Japan wants to highlight global imbalances as key topics of debate, and take steps to fix them, when it chairs next year's gatherings of the Group of 20 major economies, government officials said this week.
Tokyo hopes other countries would join Japan to counter US President Donald Trump's focus on narrowing US trade deficits through purely bilateral trade deals, the officials say, rather than the big international agreements now in place.
Japan's agenda-setting plan also underscores Tokyo's view that instead of focusing too much on bilateral trade imbalances, there should be more emphasis on overall capital flows and structural factors behind the US current account deficit - such as a lack of domestic savings.
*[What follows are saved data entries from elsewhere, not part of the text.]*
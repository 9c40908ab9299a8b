import { afterAll, afterEach, beforeAll, describe, expect, it } from 'vitest';
import type { z } from 'zod';
import {
  frameSchema,
  frameSummarySchema,
  revisionComparisonSchema,
  revisionSchema,
  revisionSummarySchema,
  saveFrameDocumentResponseSchema,
} from '@shared/api/frames';
import { projectDetailSchema, projectSummarySchema } from '@shared/api/projects';
import { memberSchema, workshopSummarySchema } from '@shared/api/workshops';
import type { Role } from '@shared/api/roles';
import { binEntrySchema } from '@shared/api/bin';
import { projectFileSchema } from '@shared/api/project-file';
import { FrameRevision } from '../../server/modules/frames/frame-revision.entity';
import { Frame } from '../../server/modules/frames/frame.entity';
import { Project } from '../../server/modules/projects/project.entity';
import { Membership } from '../../server/modules/workshops/membership.entity';
import { Workshop } from '../../server/modules/workshops/workshop.entity';
import { ApiClient, signedIn } from '../support/api-client';
import { makeFrame, makeProject, makeUser, makeWorkshop, sampleDocument } from '../support/factories';
import { createTestContext, truncateAll, type TestContext } from '../support/test-app';

// Every route, called by every kind of caller. Members whose role lacks the capability get 403, people outside
// the workshop get 404 (its contents are not theirs to know about), anonymous callers get 401; a refused call
// changes nothing.

type Actor = Role | 'outsider' | 'anonymous';
const ACTORS: Actor[] = ['owner', 'designer', 'cutter', 'viewer', 'outsider', 'anonymous'];
const MEMBERS: Actor[] = ['owner', 'designer', 'cutter', 'viewer'];
const EDITORS: Actor[] = ['owner', 'designer'];

interface World {
  workshopId: string;
  projectId: string;
  frameId: string;
  extraUserId: string;
  newcomerEmail: string;
}

interface RouteCase {
  method: 'get' | 'post' | 'put' | 'patch' | 'delete';
  path: (w: World) => string;
  body?: (w: World) => unknown;
  allowed: Actor[];
  status: number;
  schema?: z.ZodType;
  /** Whether people outside the workshop can reach it at all (workshop-independent routes). */
  open?: boolean;
  prepare?: (w: World) => Promise<void>;
}

let ctx: TestContext;
const clients = new Map<Actor, ApiClient>();
const users = new Map<Actor, { id: string }>();

const ROUTES: Record<string, RouteCase> = {
  'GET /workshops': { method: 'get', path: () => '/api/workshops', allowed: [...MEMBERS, 'outsider'], status: 200, open: true },
  'POST /workshops': {
    method: 'post',
    path: () => '/api/workshops',
    body: () => ({ name: 'Second bay' }),
    allowed: [...MEMBERS, 'outsider'],
    status: 201,
    schema: workshopSummarySchema,
    open: true,
  },
  'PATCH /workshops/:id': {
    method: 'patch',
    path: (w) => `/api/workshops/${w.workshopId}`,
    body: () => ({ name: 'Renamed workshop' }),
    allowed: ['owner'],
    status: 200,
    schema: workshopSummarySchema,
  },
  'GET /workshops/:id/members': { method: 'get', path: (w) => `/api/workshops/${w.workshopId}/members`, allowed: MEMBERS, status: 200 },
  'POST /workshops/:id/members': {
    method: 'post',
    path: (w) => `/api/workshops/${w.workshopId}/members`,
    body: (w) => ({ email: w.newcomerEmail, role: 'viewer' }),
    allowed: ['owner'],
    status: 201,
    schema: memberSchema,
  },
  'PATCH /workshops/:id/members/:userId': {
    method: 'patch',
    path: (w) => `/api/workshops/${w.workshopId}/members/${w.extraUserId}`,
    body: () => ({ role: 'cutter' }),
    allowed: ['owner'],
    status: 200,
    schema: memberSchema,
  },
  'DELETE /workshops/:id/members/:userId': {
    method: 'delete',
    path: (w) => `/api/workshops/${w.workshopId}/members/${w.extraUserId}`,
    allowed: ['owner'],
    status: 204,
  },
  'GET /workshops/:id/projects': { method: 'get', path: (w) => `/api/workshops/${w.workshopId}/projects`, allowed: MEMBERS, status: 200 },
  'POST /workshops/:id/projects': {
    method: 'post',
    path: (w) => `/api/workshops/${w.workshopId}/projects`,
    body: () => ({ name: 'Bed frame, long-wheelbase van', client: 'A. Client' }),
    allowed: EDITORS,
    status: 201,
    schema: projectSummarySchema,
  },
  'GET /projects/:id': { method: 'get', path: (w) => `/api/projects/${w.projectId}`, allowed: MEMBERS, status: 200, schema: projectDetailSchema },
  'PATCH /projects/:id': {
    method: 'patch',
    path: (w) => `/api/projects/${w.projectId}`,
    body: () => ({ name: 'Renamed project', notes: 'new notes' }),
    allowed: EDITORS,
    status: 200,
    schema: projectSummarySchema,
  },
  'DELETE /projects/:id': { method: 'delete', path: (w) => `/api/projects/${w.projectId}`, allowed: ['owner'], status: 204 },
  'GET /projects/:id/frames': { method: 'get', path: (w) => `/api/projects/${w.projectId}/frames`, allowed: MEMBERS, status: 200 },
  'POST /projects/:id/frames': {
    method: 'post',
    path: (w) => `/api/projects/${w.projectId}/frames`,
    body: () => ({ name: 'Drawer stack carcass' }),
    allowed: EDITORS,
    status: 201,
    schema: frameSchema,
  },
  'GET /frames/:id': { method: 'get', path: (w) => `/api/frames/${w.frameId}`, allowed: MEMBERS, status: 200, schema: frameSchema },
  'PATCH /frames/:id': {
    method: 'patch',
    path: (w) => `/api/frames/${w.frameId}`,
    body: () => ({ name: 'Renamed frame' }),
    allowed: EDITORS,
    status: 200,
    schema: frameSummarySchema,
  },
  'PUT /frames/:id/document': {
    method: 'put',
    path: (w) => `/api/frames/${w.frameId}/document`,
    body: () => ({ baseVersion: 1, document: sampleDocument(3, 'new') }),
    allowed: EDITORS,
    status: 200,
    schema: saveFrameDocumentResponseSchema,
  },
  'GET /frames/:id/revisions': { method: 'get', path: (w) => `/api/frames/${w.frameId}/revisions`, allowed: MEMBERS, status: 200 },
  'GET /frames/:id/revisions/:version': {
    method: 'get',
    path: (w) => `/api/frames/${w.frameId}/revisions/1`,
    allowed: MEMBERS,
    status: 200,
    schema: revisionSchema,
  },
  'POST /frames/:id/revisions': {
    method: 'post',
    path: (w) => `/api/frames/${w.frameId}/revisions`,
    body: () => ({ baseVersion: 1, name: 'sent to client' }),
    allowed: EDITORS,
    status: 200,
    schema: revisionSummarySchema,
  },
  'GET /frames/:id/revisions/compare': {
    method: 'get',
    path: (w) => `/api/frames/${w.frameId}/revisions/compare?from=1&to=1`,
    allowed: MEMBERS,
    status: 200,
    schema: revisionComparisonSchema,
  },
  'PATCH /frames/:id/revisions/:version': {
    method: 'patch',
    path: (w) => `/api/frames/${w.frameId}/revisions/1`,
    body: () => ({ name: 'as cut' }),
    allowed: EDITORS,
    status: 200,
    schema: revisionSummarySchema,
  },
  'POST /frames/:id/revisions/:version/restore': {
    method: 'post',
    path: (w) => `/api/frames/${w.frameId}/revisions/1/restore`,
    body: () => ({ baseVersion: 2 }),
    allowed: EDITORS,
    status: 200,
    schema: saveFrameDocumentResponseSchema,
    prepare: async (w) => {
      // Version 2 is stored and version 1 kept, so there is an earlier revision to go back to.
      const em = ctx.orm.em.fork();
      const frame = await em.findOneOrFail(Frame, { id: w.frameId });
      em.create(FrameRevision, { frame, version: 1, document: frame.document, memberCount: frame.memberCount, savedAt: frame.savedAt, savedBy: null, name: null });
      frame.version = 2;
      frame.document = sampleDocument(3, 'two');
      frame.memberCount = 3;
      await em.flush();
    },
  },
  'DELETE /frames/:id': { method: 'delete', path: (w) => `/api/frames/${w.frameId}`, allowed: EDITORS, status: 204 },
  'POST /frames/:id/restore': {
    method: 'post',
    path: (w) => `/api/frames/${w.frameId}/restore`,
    allowed: EDITORS,
    status: 200,
    schema: frameSummarySchema,
    prepare: async (w) => {
      const em = ctx.orm.em.fork();
      await em.nativeUpdate(Frame, { id: w.frameId }, { deletedAt: new Date() });
    },
  },
  'GET /projects/:id/export': { method: 'get', path: (w) => `/api/projects/${w.projectId}/export`, allowed: EDITORS, status: 200, schema: projectFileSchema },
  'GET /workshops/:id/bin': { method: 'get', path: (w) => `/api/workshops/${w.workshopId}/bin`, allowed: EDITORS, status: 200, schema: binEntrySchema.array() },
  'POST /projects/:id/restore': {
    method: 'post',
    path: (w) => `/api/projects/${w.projectId}/restore`,
    allowed: EDITORS,
    status: 200,
    schema: projectSummarySchema,
    prepare: async (w) => {
      const em = ctx.orm.em.fork();
      await em.nativeUpdate(Project, { id: w.projectId }, { deletedAt: new Date() });
    },
  },
};

const LIST_SCHEMAS: Record<string, z.ZodType> = {
  'GET /workshops': workshopSummarySchema.array(),
  'GET /workshops/:id/members': memberSchema.array(),
  'GET /workshops/:id/projects': projectSummarySchema.array(),
  'GET /projects/:id/frames': frameSummarySchema.array(),
  'GET /frames/:id/revisions': revisionSummarySchema.array(),
};

async function buildWorld(): Promise<World> {
  const extra = await makeUser(ctx.orm);
  const newcomer = await makeUser(ctx.orm);
  const workshop = await makeWorkshop(ctx.orm, [
    ...(['owner', 'designer', 'cutter', 'viewer'] as Role[]).map((role) => ({ user: users.get(role) as never, role })),
    { user: extra, role: 'designer' },
  ]);
  const project = await makeProject(ctx.orm, workshop);
  const frame = await makeFrame(ctx.orm, project, { savedBy: extra });
  return { workshopId: workshop.id, projectId: project.id, frameId: frame.id, extraUserId: extra.id, newcomerEmail: newcomer.email };
}

/** Everything a refused call might have touched, read fresh from the database. */
async function fingerprint(w: World): Promise<unknown> {
  const em = ctx.orm.em.fork();
  const workshop = await em.findOneOrFail(Workshop, { id: w.workshopId });
  const members = await em.find(Membership, { workshop: w.workshopId }, { orderBy: { user: 'asc' } });
  const projects = await em.find(Project, { workshop: w.workshopId }, { orderBy: { id: 'asc' } });
  const frames = await em.find(Frame, { project: { workshop: w.workshopId } }, { orderBy: { id: 'asc' } });
  const ownWorkshops = await em.count(Membership, {});
  const revisions = await em.find(FrameRevision, { frame: { project: { workshop: w.workshopId } } }, { exclude: ['document'], orderBy: { version: 'asc' } });
  return {
    workshop: workshop.name,
    members: members.map((m) => [m.user.id, m.role]),
    projects: projects.map((p) => [p.id, p.name, p.notes, p.deletedAt]),
    frames: frames.map((f) => [f.id, f.name, f.version, f.document, f.deletedAt, f.headName, f.headKept]),
    revisions: revisions.map((r) => [r.version, r.name]),
    ownWorkshops,
  };
}

beforeAll(async () => {
  ctx = await createTestContext();
  await truncateAll(ctx.orm);
  for (const actor of ACTORS) {
    if (actor === 'anonymous') {
      const anon = new ApiClient(ctx.app);
      await anon.fetchCsrf();
      clients.set(actor, anon);
      continue;
    }
    const user = await makeUser(ctx.orm, { name: `The ${actor}` });
    users.set(actor, user);
    clients.set(actor, await signedIn(ctx.app, user));
  }
});
afterAll(() => ctx.close());
afterEach(() => {
  expect(ctx.loggedErrors).toEqual([]);
});

describe.each(Object.entries(ROUTES))('%s', (name, route) => {
  it.each(ACTORS)('as %s', async (actor) => {
    const world = await buildWorld();
    await route.prepare?.(world);
    const before = await fingerprint(world);
    const client = clients.get(actor)!;
    const res = await client.send(route.method, route.path(world), route.body?.(world));

    if (route.allowed.includes(actor)) {
      expect(res.status, JSON.stringify(res.body)).toBe(route.status);
      const schema = route.schema ?? LIST_SCHEMAS[name];
      if (schema) schema.parse(res.body);
      if (route.status === 204) expect(res.body).toEqual({});
      return;
    }

    const expected = actor === 'anonymous' ? [401, 'unauthenticated'] : MEMBERS.includes(actor) || route.open ? [403, 'forbidden'] : [404, 'not_found'];
    expect(res.status, JSON.stringify(res.body)).toBe(expected[0]);
    expect(res.body.error.code).toBe(expected[1]);
    expect(await fingerprint(world)).toEqual(before);
  });
});
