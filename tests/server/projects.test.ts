import { afterAll, afterEach, beforeAll, describe, expect, it } from 'vitest';
import { projectDetailSchema, projectSummarySchema } from '@shared/api/projects';
import { Project } from '../../server/modules/projects/project.entity';
import type { ApiClient } from '../support/api-client';
import { signedIn } from '../support/api-client';
import { makeFrame, makeProject, makeUser, makeWorkshop } from '../support/factories';
import { createTestContext, truncateAll, type TestContext } from '../support/test-app';

let ctx: TestContext;
let client: ApiClient;
let workshopId: string;

beforeAll(async () => {
  ctx = await createTestContext();
  await truncateAll(ctx.orm);
  const d = await makeUser(ctx.orm);
  const o = await makeUser(ctx.orm);
  const w = await makeWorkshop(ctx.orm, [
    { user: o, role: 'owner' },
    { user: d, role: 'designer' },
  ]);
  workshopId = w.id;
  client = await signedIn(ctx.app, d);
});
afterAll(() => ctx.close());
afterEach(() => {
  expect(ctx.loggedErrors).toEqual([]);
});

describe('projects', () => {
  it('creates with optional client and notes (empty text when not given)', async () => {
    const a = projectSummarySchema.parse(
      (await client.post(`/api/workshops/${workshopId}/projects`, { name: 'Galley, long-wheelbase van', client: 'M. Ortiz', notes: 'Fridge left' }).expect(201)).body,
    );
    expect(a).toMatchObject({ name: 'Galley, long-wheelbase van', client: 'M. Ortiz', notes: 'Fridge left', frameCount: 0 });
    const b = (await client.post(`/api/workshops/${workshopId}/projects`, { name: 'Bench' }).expect(201)).body;
    expect(b).toMatchObject({ client: '', notes: '' });
  });

  it('lists live projects with live-frame counts, most recently changed first', async () => {
    const d = await makeUser(ctx.orm);
    const w = await makeWorkshop(ctx.orm, [
      { user: await makeUser(ctx.orm), role: 'owner' },
      { user: d, role: 'viewer' },
    ]);
    const older = await makeProject(ctx.orm, w, { name: 'Older' });
    await makeFrame(ctx.orm, older);
    await makeFrame(ctx.orm, older);
    await makeFrame(ctx.orm, older, { deletedAt: new Date() });
    const newer = await makeProject(ctx.orm, w, { name: 'Newer' });
    await makeProject(ctx.orm, w, { name: 'Binned', deletedAt: new Date() });
    const viewer = await signedIn(ctx.app, d);
    const list = projectSummarySchema.array().parse((await viewer.get(`/api/workshops/${w.id}/projects`).expect(200)).body);
    expect(list.map((p) => [p.name, p.frameCount])).toEqual([
      ['Newer', 0],
      ['Older', 2],
    ]);
    expect(list[0].id).toBe(newer.id);
  });

  it('updates any of name, client, notes; an empty patch is refused', async () => {
    const p = (await client.post(`/api/workshops/${workshopId}/projects`, { name: 'Bed frame' }).expect(201)).body as { id: string };
    await client.patch(`/api/projects/${p.id}`, { client: 'K. Ito' }).expect(200);
    const detail = projectDetailSchema.parse((await client.get(`/api/projects/${p.id}`).expect(200)).body);
    expect(detail).toMatchObject({ name: 'Bed frame', client: 'K. Ito', workshopId, role: 'designer', frames: [] });
    const empty = await client.patch(`/api/projects/${p.id}`, {});
    expect(empty.status).toBe(400);
  });

  it('delete is a soft delete: hidden from lists and reads, row kept', async () => {
    const o = await makeUser(ctx.orm);
    const w = await makeWorkshop(ctx.orm, [{ user: o, role: 'owner' }]);
    const p = await makeProject(ctx.orm, w);
    const owner = await signedIn(ctx.app, o);
    await owner.delete(`/api/projects/${p.id}`).expect(204);
    expect((await owner.get(`/api/workshops/${w.id}/projects`).expect(200)).body).toEqual([]);
    expect((await owner.get(`/api/projects/${p.id}`)).status).toBe(404);
    const row = await ctx.orm.em.fork().findOneOrFail(Project, { id: p.id });
    expect(row.deletedAt).toBeInstanceOf(Date);
  });
});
Trump's "America First" policies and escalating Sino-Chinese trade frictions have overshadowed the weekend gathering of G20 finance leaders, many of whom expressed concerns over the harm to global growth from trade conflicts.
The G20 finance leaders failed to bridge differences on trade with this year's chair, Argentine Treasury Minister Nicolas Dujovne, conceding that the G20 can only provide a platform for countries to solve disputes among themselves.
"The G20 isn't a forum to solve bilateral trade disputes...but it's the best forum for debate if you see trade frictions as part of a bigger problem of global imbalances," said a senior Japanese government official directly involved in G20 negotiations.
Global imbalances had once been a key topic of debate at G20 gatherings with a focus on each country's current account balance, or the overall flow of money that included, but was not confined, to trade.
This approach runs counter to Trump's focus on narrowing the US trade deficit via import tariffs and bilateral deals.
Japan has long favoured a mulilateral approach on trade over bilateral deals, which would put it under direct US pressure to open up sensitive markets like agriculture.
Japanese policymakers concede that convincing the Trump administration to shift its emphasis away from bilateral US trade deficits and to focus on structural policies could be difficult.
"It may be a hard sell," the official said. "But we can't give up."